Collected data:

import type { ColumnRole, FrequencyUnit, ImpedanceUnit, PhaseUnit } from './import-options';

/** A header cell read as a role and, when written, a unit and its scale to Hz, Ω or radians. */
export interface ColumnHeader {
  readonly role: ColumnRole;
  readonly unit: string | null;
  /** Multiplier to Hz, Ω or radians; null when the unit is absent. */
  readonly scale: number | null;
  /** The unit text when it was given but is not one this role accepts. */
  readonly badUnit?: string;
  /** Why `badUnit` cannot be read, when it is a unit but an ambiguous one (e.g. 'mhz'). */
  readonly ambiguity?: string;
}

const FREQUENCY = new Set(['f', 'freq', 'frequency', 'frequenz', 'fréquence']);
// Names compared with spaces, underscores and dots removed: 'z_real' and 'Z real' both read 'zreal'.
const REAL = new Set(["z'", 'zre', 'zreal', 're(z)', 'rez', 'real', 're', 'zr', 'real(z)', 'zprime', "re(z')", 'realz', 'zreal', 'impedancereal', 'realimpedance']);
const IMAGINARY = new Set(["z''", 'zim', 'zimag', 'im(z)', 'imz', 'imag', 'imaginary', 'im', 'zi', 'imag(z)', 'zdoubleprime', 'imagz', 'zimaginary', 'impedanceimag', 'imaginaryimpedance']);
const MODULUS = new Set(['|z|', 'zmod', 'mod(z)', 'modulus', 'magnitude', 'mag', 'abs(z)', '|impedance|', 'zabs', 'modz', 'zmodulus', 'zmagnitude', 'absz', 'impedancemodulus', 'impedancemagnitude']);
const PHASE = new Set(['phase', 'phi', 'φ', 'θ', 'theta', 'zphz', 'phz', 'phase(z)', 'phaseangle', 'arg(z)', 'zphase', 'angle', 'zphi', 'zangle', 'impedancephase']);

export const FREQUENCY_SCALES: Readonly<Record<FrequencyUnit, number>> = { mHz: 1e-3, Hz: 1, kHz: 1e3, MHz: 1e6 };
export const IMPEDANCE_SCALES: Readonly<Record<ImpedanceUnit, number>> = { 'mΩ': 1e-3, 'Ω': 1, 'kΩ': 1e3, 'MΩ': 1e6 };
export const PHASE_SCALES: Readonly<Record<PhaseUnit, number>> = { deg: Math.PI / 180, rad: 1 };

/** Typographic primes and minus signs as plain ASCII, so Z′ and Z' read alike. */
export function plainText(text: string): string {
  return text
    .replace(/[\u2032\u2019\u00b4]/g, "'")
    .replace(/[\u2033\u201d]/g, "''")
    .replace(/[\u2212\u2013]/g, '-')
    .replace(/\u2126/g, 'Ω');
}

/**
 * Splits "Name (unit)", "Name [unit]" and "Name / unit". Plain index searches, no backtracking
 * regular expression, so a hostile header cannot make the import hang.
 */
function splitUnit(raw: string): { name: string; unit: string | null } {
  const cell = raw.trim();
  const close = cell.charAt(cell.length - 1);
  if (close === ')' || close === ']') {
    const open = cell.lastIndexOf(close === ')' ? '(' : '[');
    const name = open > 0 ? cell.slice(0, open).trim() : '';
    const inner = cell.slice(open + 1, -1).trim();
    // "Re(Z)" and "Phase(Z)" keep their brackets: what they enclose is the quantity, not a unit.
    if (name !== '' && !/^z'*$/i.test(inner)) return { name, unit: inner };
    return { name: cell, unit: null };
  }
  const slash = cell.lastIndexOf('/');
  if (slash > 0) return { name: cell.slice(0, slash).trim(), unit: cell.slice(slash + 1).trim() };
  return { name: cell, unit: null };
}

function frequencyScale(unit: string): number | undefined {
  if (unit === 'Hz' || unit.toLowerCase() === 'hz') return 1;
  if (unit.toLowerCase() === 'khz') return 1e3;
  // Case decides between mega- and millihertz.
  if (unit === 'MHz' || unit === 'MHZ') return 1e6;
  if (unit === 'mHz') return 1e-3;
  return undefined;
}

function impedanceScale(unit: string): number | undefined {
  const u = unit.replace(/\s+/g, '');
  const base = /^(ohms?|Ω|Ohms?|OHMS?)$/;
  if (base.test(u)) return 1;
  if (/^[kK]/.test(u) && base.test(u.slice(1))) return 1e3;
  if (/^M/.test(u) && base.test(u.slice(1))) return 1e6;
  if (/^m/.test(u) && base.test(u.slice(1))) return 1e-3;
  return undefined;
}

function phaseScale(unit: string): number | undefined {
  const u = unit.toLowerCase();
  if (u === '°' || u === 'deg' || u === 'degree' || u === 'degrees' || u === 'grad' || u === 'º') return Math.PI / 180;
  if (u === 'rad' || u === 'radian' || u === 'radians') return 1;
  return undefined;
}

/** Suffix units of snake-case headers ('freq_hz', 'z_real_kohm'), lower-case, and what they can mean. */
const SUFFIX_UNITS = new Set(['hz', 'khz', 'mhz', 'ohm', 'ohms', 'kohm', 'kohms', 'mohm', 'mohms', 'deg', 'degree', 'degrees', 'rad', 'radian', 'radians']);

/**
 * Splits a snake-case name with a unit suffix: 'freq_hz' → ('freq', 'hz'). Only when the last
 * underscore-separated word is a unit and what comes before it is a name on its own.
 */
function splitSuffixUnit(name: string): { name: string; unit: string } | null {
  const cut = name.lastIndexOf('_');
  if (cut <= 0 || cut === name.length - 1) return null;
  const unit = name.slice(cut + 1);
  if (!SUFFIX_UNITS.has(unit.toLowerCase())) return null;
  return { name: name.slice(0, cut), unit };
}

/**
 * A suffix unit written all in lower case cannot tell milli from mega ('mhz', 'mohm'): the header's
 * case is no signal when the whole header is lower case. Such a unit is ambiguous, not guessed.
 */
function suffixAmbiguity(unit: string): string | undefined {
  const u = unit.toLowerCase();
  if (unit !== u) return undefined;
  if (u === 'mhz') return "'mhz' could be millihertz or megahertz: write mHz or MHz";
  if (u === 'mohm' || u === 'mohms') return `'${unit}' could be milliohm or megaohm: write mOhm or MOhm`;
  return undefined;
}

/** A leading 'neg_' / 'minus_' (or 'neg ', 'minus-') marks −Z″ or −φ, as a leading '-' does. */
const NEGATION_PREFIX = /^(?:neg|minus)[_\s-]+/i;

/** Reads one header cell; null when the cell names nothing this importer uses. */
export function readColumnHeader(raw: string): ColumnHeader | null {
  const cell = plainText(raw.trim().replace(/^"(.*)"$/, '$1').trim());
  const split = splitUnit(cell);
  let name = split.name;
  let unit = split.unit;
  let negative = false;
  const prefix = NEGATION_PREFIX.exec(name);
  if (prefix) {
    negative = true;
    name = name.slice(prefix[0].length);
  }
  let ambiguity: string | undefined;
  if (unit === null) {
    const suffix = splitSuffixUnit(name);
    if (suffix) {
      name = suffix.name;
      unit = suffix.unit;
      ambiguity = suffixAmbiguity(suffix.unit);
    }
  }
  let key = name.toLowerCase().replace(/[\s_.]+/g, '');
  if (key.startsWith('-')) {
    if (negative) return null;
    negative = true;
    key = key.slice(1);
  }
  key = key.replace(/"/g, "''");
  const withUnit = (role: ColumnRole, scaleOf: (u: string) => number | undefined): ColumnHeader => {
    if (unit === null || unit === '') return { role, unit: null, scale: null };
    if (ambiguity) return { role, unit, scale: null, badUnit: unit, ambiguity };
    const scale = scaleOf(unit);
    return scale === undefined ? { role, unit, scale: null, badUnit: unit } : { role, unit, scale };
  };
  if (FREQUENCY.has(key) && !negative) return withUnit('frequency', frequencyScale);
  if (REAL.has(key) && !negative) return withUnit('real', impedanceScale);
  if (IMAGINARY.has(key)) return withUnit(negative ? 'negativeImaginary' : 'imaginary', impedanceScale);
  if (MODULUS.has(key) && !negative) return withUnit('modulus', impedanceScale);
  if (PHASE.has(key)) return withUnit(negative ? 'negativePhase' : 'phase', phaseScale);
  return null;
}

* _INSTRUCTIONS TO FOLLOW_:
Quote the data above from the line containing "ambiguity = suffixAmbiguity(suffix.unit);" to the line containing "if (unit === null ||", inclusive, and stop.

* _SOLUTION TO THIS PROBLEM_:
      ambiguity = suffixAmbiguity(suffix.unit);
    }
  }
  let key = name.toLowerCase().replace(/[\s_.]+/g, '');
  if (key.startsWith('-')) {
    if (negative) return null;
    negative = true;
    key = key.slice(1);
  }
  key = key.replace(/"/g, "''");
  const withUnit = (role: ColumnRole, scaleOf: (u: string) => number | undefined): ColumnHeader => {
    if (unit === null || unit === '') return { role, unit: null, scale: null };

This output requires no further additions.